Talking of taxis, last week there was a terrible head-on collision down towards Windhoek. A ute/bakkie carrying 5 people in the back overtook into the path of a minibus taxi. A number of people were killed instantly. Willem and Ditteke, David’s boss and his wife, had decided to drive through Botswana to Vic Falls for the Easter weekend. However, on the first evening their car hit a cow and had to be towed away. They were unscathed. However, these incidents remind us of how David has traveled literally 1000s of kms in the North, on dirt roads with cattle, kudu, goats and people prone to cross at unexpected times. And with local taxis stopping in front of you or overtaking with no warning. Yet he has only had one accident and even then God preserved his life in a miraculous way. We do not take your prayers for his safety lightly!

We had a full house over the weekend. Caris and Étienne both had a friend to sleep over, plus Nicky and Aune, plus a ‘single’ guy we know who would have been on his own over the weekend came over in the evenings for a meal and some fellowship.

Nicky was able to go to church with Justina (see previous prayer points) on Sunday.
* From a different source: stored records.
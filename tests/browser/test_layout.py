"""Every page of a demo-like fixture at 1280 and 390 px: no table overflows its
container, none overlaps another element, and the page itself never scrolls sideways.

Measured in Chromium with getBoundingClientRect / scrollWidth; screenshots of each page
at both widths go to test-artifacts/layout-*.png.
"""

import datetime
import json

import pytest
from django.core.files.base import ContentFile
from django.utils import timezone

from evaluation import services as evaluation_services
from releases import criteria, demo, judging, services, suites

from .conftest import BROWSER_MARKS, shot, signed_in

pytestmark = BROWSER_MARKS

WIDTHS = {1280: 900, 390: 800}

# Returns one line per problem found on the page.
MEASURE = """() => {
  const problems = [];
  const name = el => el.tagName.toLowerCase() + (el.id ? '#' + el.id : '') +
    (el.className && typeof el.className === 'string' ? '.' + el.className.split(' ').join('.') : '');
  const width = document.documentElement.clientWidth;
  if (document.documentElement.scrollWidth > width + 1)
    problems.push(`page scrolls sideways: ${document.documentElement.scrollWidth} > ${width}`);
  const scroller = el => {
    for (let p = el.parentElement; p && p !== document.body; p = p.parentElement) {
      const o = getComputedStyle(p).overflowX;
      if (o === 'auto' || o === 'scroll') return p;
    }
    return null;
  };
  const visible = el => {
    const r = el.getBoundingClientRect();
    return r.width > 0 && r.height > 0 && (!el.checkVisibility || el.checkVisibility());
  };
  // What can be seen of an element: its box clipped by every ancestor that clips.
  const seen = el => {
    const r = el.getBoundingClientRect();
    let box = {left: r.left, right: r.right, top: r.top, bottom: r.bottom};
    for (let p = el.parentElement; p && p !== document.body; p = p.parentElement) {
      if (getComputedStyle(p).overflowX === 'visible') continue;
      const c = p.getBoundingClientRect();
      box = {left: Math.max(box.left, c.left), right: Math.min(box.right, c.right),
             top: Math.max(box.top, c.top), bottom: Math.min(box.bottom, c.bottom)};
    }
    return box;
  };
  const tables = [...document.querySelectorAll('main table')].filter(visible);
  const boxes = tables.map(t => {
    const s = scroller(t);
    const box = (s || t).getBoundingClientRect();
    if (s) {
      if (box.right > width + 1) problems.push(`${name(s)} holding ${name(t)} ends at ${box.right} > ${width}`);
    } else {
      const parent = t.parentElement.getBoundingClientRect();
      if (t.getBoundingClientRect().right > parent.right + 1)
        problems.push(`${name(t)} overflows ${name(t.parentElement)}: ${t.getBoundingClientRect().right} > ${parent.right}`);
    }
    return {el: s || t, table: t, box};
  });
  const others = [...document.querySelectorAll(
    'main h1, main h2, main h3, main p, main dl, main form, main canvas, main pre, main ul, main table'
  )].filter(visible);
  const overlap = (a, b) => Math.min(a.right, b.right) - Math.max(a.left, b.left) > 1 &&
                            Math.min(a.bottom, b.bottom) - Math.max(a.top, b.top) > 1;
  for (const {el, table, box} of boxes) {
    for (const other of others) {
      if (other === table || table.contains(other) || other.contains(table)) continue;
      if (overlap(seen(table), seen(other)))
        problems.push(`${name(table)} overlaps ${name(other)}`);
    }
  }
  return problems;
}"""


@pytest.fixture
def demo_like(detector, team, users, run_tasks, split):
    """The demo's classes and generators at a smaller scale: two splits with image tags,
    three versions (a baseline signed off in the past, two candidates), criteria twice."""
    from releases.models import Detector

    Detector.objects.filter(pk=detector.pk).update(classes=demo.CLASSES)
    detector.refresh_from_db()
    splits = []
    for name, seed, night in (("bay-day", 11, 0.0), ("ring-road", 14, 0.4)):
        truth = demo.split_truth(name, 1, seed, 40, (1280, 720), night, ("harbour",))
        loaded = evaluation_services.load_split(
            name=name,
            revision=1,
            truth=ContentFile(json.dumps(truth).encode(), name=f"{name}.json"),
        )
        splits.append((loaded, truth))
    # A suite with a custom protocol and a class threshold: the suite page lists both,
    # the version page's deployed-threshold table cuts there.
    suites.set_suite(
        detector,
        users["lead"],
        {
            "splits": ["bay-day", "ring-road"],
            "protocols": ["coco", {"name": "iou60", "base": "coco", "iou_thresholds": [0.6]}],
            "score_threshold": 0.5,
            "class_thresholds": {demo.CLASSES[1]: 0.4},
        },
    )
    start = timezone.now() - datetime.timedelta(days=30)
    versions = []
    for index, label in enumerate(["1.3", "1.4", "1.5"]):
        version = services.create_version(
            detector,
            label,
            users["engineer"],
            created_at=start + datetime.timedelta(days=10 * index),
            source_commit="9f2c4e1a7b3d",
        )
        day, night, jitter = demo.version_quality("forward", index + 4, label)
        for loaded, truth in splits:
            detections = demo.predictions(truth, day, night, jitter, seed=100 * index + loaded.pk)
            run_tasks(
                services.submit_predictions,
                version,
                loaded,
                ContentFile(json.dumps(detections).encode(), name=f"{label}-{loaded.name}.json"),
                users["engineer"],
            )
        versions.append(version)
    services.sign_off(versions[0], users["lead"], "approved", "Clear gain, night included.")
    rule = {"kind": "no_significant_drop", "metric": "AP", "class": "*", "split": "*"}
    criteria.set_criteria(detector, users["lead"], [rule])
    criteria.set_criteria(
        detector, users["lead"], [rule, {"kind": "max_drop", "class": "mean", "tolerance": 1}]
    )
    for version in versions[1:]:
        judging.judge(version.pk)
    return splits, versions


def _pages(detector, splits, versions):
    split = splits[0][0]
    return {
        "overview": "/",
        "splits": "/splits/",
        "split": f"/splits/{split.pk}/",
        "detector": f"/detectors/{detector.pk}/",
        "version": f"/versions/{versions[-1].pk}/",
        "baseline": f"/versions/{versions[0].pk}/",
        "compare": f"/detectors/{detector.pk}/compare/",
        "criteria": f"/detectors/{detector.pk}/criteria/",
        "suite": f"/detectors/{detector.pk}/suite/",
        "new-detector": "/detectors/new/",
        "evidence": f"/versions/{versions[0].pk}/evidence/",
        "evidence-api": f"/api/v1/versions/{versions[0].pk}/evidence/?format=html",
        "audit": "/audit/",
        "tokens": "/account/tokens/",
        "upload": f"/detectors/{detector.pk}/upload/",
        "load-split": "/splits/load/",
        "images": f"/versions/{versions[-1].pk}/images/?split={split.pk}&class=pedestrian",
        "image": f"/versions/{versions[-1].pk}/images/{split.pk}/0/?class=pedestrian",
        "confusion": f"/versions/{versions[-1].pk}/confusion/?split={split.pk}&row=3&col=3",
        "not-found": "/versions/999999/",
    }


def test_no_table_overflows_or_overlaps_at_1280_and_390(page, live_server, detector, demo_like):
    splits, versions = demo_like
    found = {}
    for width, height in WIDTHS.items():
        page.set_viewport_size({"width": width, "height": height})
        for name, path in _pages(detector, splits, versions).items():
            response = page.goto(f"{live_server.url}{path}")
            assert response.status == (404 if name == "not-found" else 200), (name, path)
            if name == "evidence-api":
                assert "Evidence report" in page.content()
            problems = page.evaluate(MEASURE)
            if problems:
                found[f"{name}@{width}"] = problems
            shot(page, f"layout-{name}-{width}")
    assert not found, json.dumps(found, indent=1)


def test_the_audit_verification_reads_and_fits(browser, live_server, users, demo_like, flushable):
    """A reviewer runs the full verification from the audit page, once on intact data and
    once after an owner edited a score: the page says what was checked and when, lists
    the finding, and fits at 1280 and 390 px (screenshots audit-verified-*)."""
    from evaluation.models import ClassScore
    from tests.platform.conftest import triggers_off

    page = signed_in(browser, live_server, "reviewer")
    page.goto(f"{live_server.url}/audit/")
    assert "not run yet" in page.inner_text("#chain-status")
    page.click("#verify-now button")
    assert "no findings" in page.inner_text("#chain-status")
    assert "re-hashed" in page.inner_text("#verification-scope")
    shot(page, "audit-verified-ok-1280")
    with triggers_off():
        ClassScore.objects.filter(class_name="pedestrian").update(ap=0.999)
    page.click("#verify-now button")
    assert "no longer matches its digest (classes)" in page.inner_text("#verification-findings")
    found = {}
    for width, height in WIDTHS.items():
        page.set_viewport_size({"width": width, "height": height})
        page.goto(f"{live_server.url}/audit/")
        problems = page.evaluate(MEASURE)
        if problems:
            found[width] = problems
        shot(page, f"audit-verified-findings-{width}")
    page.context.close()
    assert not found, json.dumps(found, indent=1)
However, the cow stomach meal served up afterwards rather threw her!

I had a chance on Good Friday and Easter Sunday to share with a few children the glorious news of why Jesus chose to go to the cross and the implications of his resurrection! After scouring shops in vain for Easter eggs, Nicky happened across a bag of little ones in the corner of a shop. So the children enjoyed that treat, too. (Actually, when in a supermarket a couple of weeks’ ago Caris pointed to a promotional picture and asked what the ‘clay rabbit’ was for. I explained to her it was meant to be a chocolate Easter bunny!)
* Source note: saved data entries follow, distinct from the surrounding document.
"""From a failing rule to its cause in Chromium: the version page's failing
night-pedestrian rule, one click to the images behind it (already filtered), one more
to an image's boxes drawn over its frame; keyboard to the next image."""

import pytest

from ..platform import cause_scenario
from .conftest import BROWSER_MARKS, shot

pytestmark = BROWSER_MARKS


@pytest.fixture
def story(users, team, run_tasks, settings):
    settings.BENCHBOOK_BOOTSTRAP_RESAMPLES = 200
    return cause_scenario.build(users, team, run_tasks)


def test_from_the_failing_rule_to_the_boxes(page, live_server, story):
    version = story["1.5"]
    page.goto(f"{live_server.url}/versions/{version.pk}/")
    assert page.locator("#verdict-state").inner_text() == "regression"
    link = page.locator("#outcomes a.cause-link").first
    assert "pedestrian" in link.locator("xpath=ancestor::tr").inner_text()
    link.click()

    # The list, filtered to the rule's split, class and tag, the largest loss first.
    page.wait_for_selector("#image-rows")
    assert page.locator("select[name=class]").input_value() == "pedestrian"
    assert page.locator("select[name=tag]").input_value() == "night"
    assert page.locator("select[name=against] option:checked").inner_text() == "1.4"
    rows = page.locator("#image-rows tbody tr")
    assert rows.count() > 5
    deltas = [
        float(t.replace("−", "-"))
        for t in page.locator("#image-rows tbody td:nth-child(3)").all_inner_texts()
    ]
    assert deltas == sorted(deltas) and deltas[0] < 0  # the largest loss first
    # Above the list: both versions' AP of the rule's class and the kind of error that
    # grew most for it (what the Done-when asks to see).
    assert page.locator("#list-kinds tr.grew th").inner_text().startswith("missed")
    assert "1.4" in page.locator("#list-ap").inner_text()
    shot(page, "cause-image-list-1280")
    page.set_viewport_size({"width": 390, "height": 844})
    shot(page, "cause-image-list-390")
    page.set_viewport_size({"width": 1280, "height": 900})

    first = rows.first.locator("a")
    image_id = first.inner_text()
    first.click()
    page.wait_for_selector("#frame-candidate g.boxes rect")
    assert image_id in page.locator("h1").inner_text()
    drawn = page.evaluate(
        """() => ({
          gt: document.querySelectorAll('#frame-candidate rect.gt').length,
          det: document.querySelectorAll('#frame-candidate rect.det').length,
          refDet: document.querySelectorAll('#frame-reference rect.det').length,
          lost: document.querySelectorAll('#frame-candidate rect.gt-lost').length,
          counts: window.benchbookDrilldown.counts,
        })"""
    )
    assert drawn["gt"] > 0 and drawn["det"] + drawn["refDet"] > 0
    # The worst image of a pedestrian loss: 1.5 missed a box 1.4 found, listed in words.
    assert drawn["lost"] >= 1 and drawn["counts"]["candidate"]["lost"] == drawn["lost"]
    assert page.locator("#lost-rows tr").count() >= 1
    lost = page.locator("#lost-rows tr").first.locator("td").all_inner_texts()
    assert lost[0].isdigit() and lost[3].startswith("missed") and lost[4].startswith("found")
    # Filtered to pedestrians, only pedestrians are drawn; the toggles and the slider
    # redraw.
    shown = page.evaluate(
        "() => [...document.querySelectorAll('#frame-candidate title')].map(t => t.textContent)"
    )
    assert shown and all(t.startswith("pedestrian") for t in shown)
    shot(page, "cause-drilldown-1280")
    page.set_viewport_size({"width": 390, "height": 844})
    shot(page, "cause-drilldown-390")
    page.set_viewport_size({"width": 1280, "height": 900})
    # Hovering a box names its class, score, outcome and IoU.
    page.locator("#frame-reference rect.det-tp").first.hover()
    assert "IoU" in page.locator("#hover-label").inner_text()
    page.locator("#threshold").fill("0.99")
    after = page.evaluate("() => document.querySelectorAll('#frame-candidate rect.det').length")
    assert after <= drawn["det"]
    pedestrian = page.locator("[data-class-toggle]").nth(3)
    pedestrian.uncheck()
    assert (
        page.evaluate("() => document.querySelectorAll('#frame-candidate g.boxes rect').length")
        == 0
    )
    pedestrian.check()
    # Keyboard: the next image of the same filtered list.
    before = page.url
    page.locator("h1").click()  # arrows on the slider move the slider; elsewhere, images
    page.keyboard.press("ArrowRight")
    page.wait_for_url(lambda url: url != before)
    assert "class=pedestrian" in page.url and "tag=night" in page.url
    page.wait_for_selector("#frame-candidate g.boxes rect")


def test_compare_page_confusion_side_by_side(page, live_server, story):
    """Both versions' matrices next to each other at 1280 px, one above the other at
    390 px without widening the page; a count opens that version's cell members."""
    from .conftest import ARTIFACTS

    split = story["split"]
    query = f"?candidate={story['1.5'].pk}&reference={story['1.4'].pk}"
    page.goto(f"{live_server.url}/detectors/{story['detector'].pk}/compare/{query}")
    section = page.locator(f"#confusion-{split.pk}")
    reference = page.locator(f"#confusion-{split.pk}-{story['1.4'].pk}")
    candidate = page.locator(f"#confusion-{split.pk}-{story['1.5'].pk}")
    ARTIFACTS.mkdir(exist_ok=True)
    section.screenshot(path=str(ARTIFACTS / "compare-confusion-1280.png"))
    sides = section.locator(".confusion-side")
    left, right = sides.nth(0).bounding_box(), sides.nth(1).bounding_box()
    assert left["x"] + left["width"] <= right["x"] and abs(left["y"] - right["y"]) < 2
    for table, box in ((reference, left), (candidate, right)):  # whole, no scrolling
        assert table.bounding_box()["width"] <= box["width"] + 1
    page.set_viewport_size({"width": 390, "height": 844})
    top, below = sides.nth(0).bounding_box(), sides.nth(1).bounding_box()
    assert below["y"] >= top["y"] + top["height"]
    assert page.evaluate("document.documentElement.scrollWidth") <= 390
    section.screenshot(path=str(ARTIFACTS / "compare-confusion-390.png"))
    page.set_viewport_size({"width": 1280, "height": 900})
    cell = candidate.locator("td.diag a").first
    count = int(cell.inner_text())
    cell.click()
    page.wait_for_selector("#cell")
    assert page.locator("#cell-title .meta").inner_text() == str(count)
    assert "1.5" in page.locator("h1").inner_text()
Sunday was bucketing down. Late – but welcome – rain for the crops. David, with Aune as interpreter, was to preach at a church north of Oshakati. A little place called Omugwelume where the church is falling down. But first he had to drive down to Ondangwa to pick up the Onamambili choir and take all 15 of them with him back up to Omugwelume. David preached, Aune interpreted and the choir sang. Then they had to take the choir back down to Ondangwa, before heading back home! (See photos)

Because of the cross, we are in Namibia. Thank you for supporting us so that we can be here.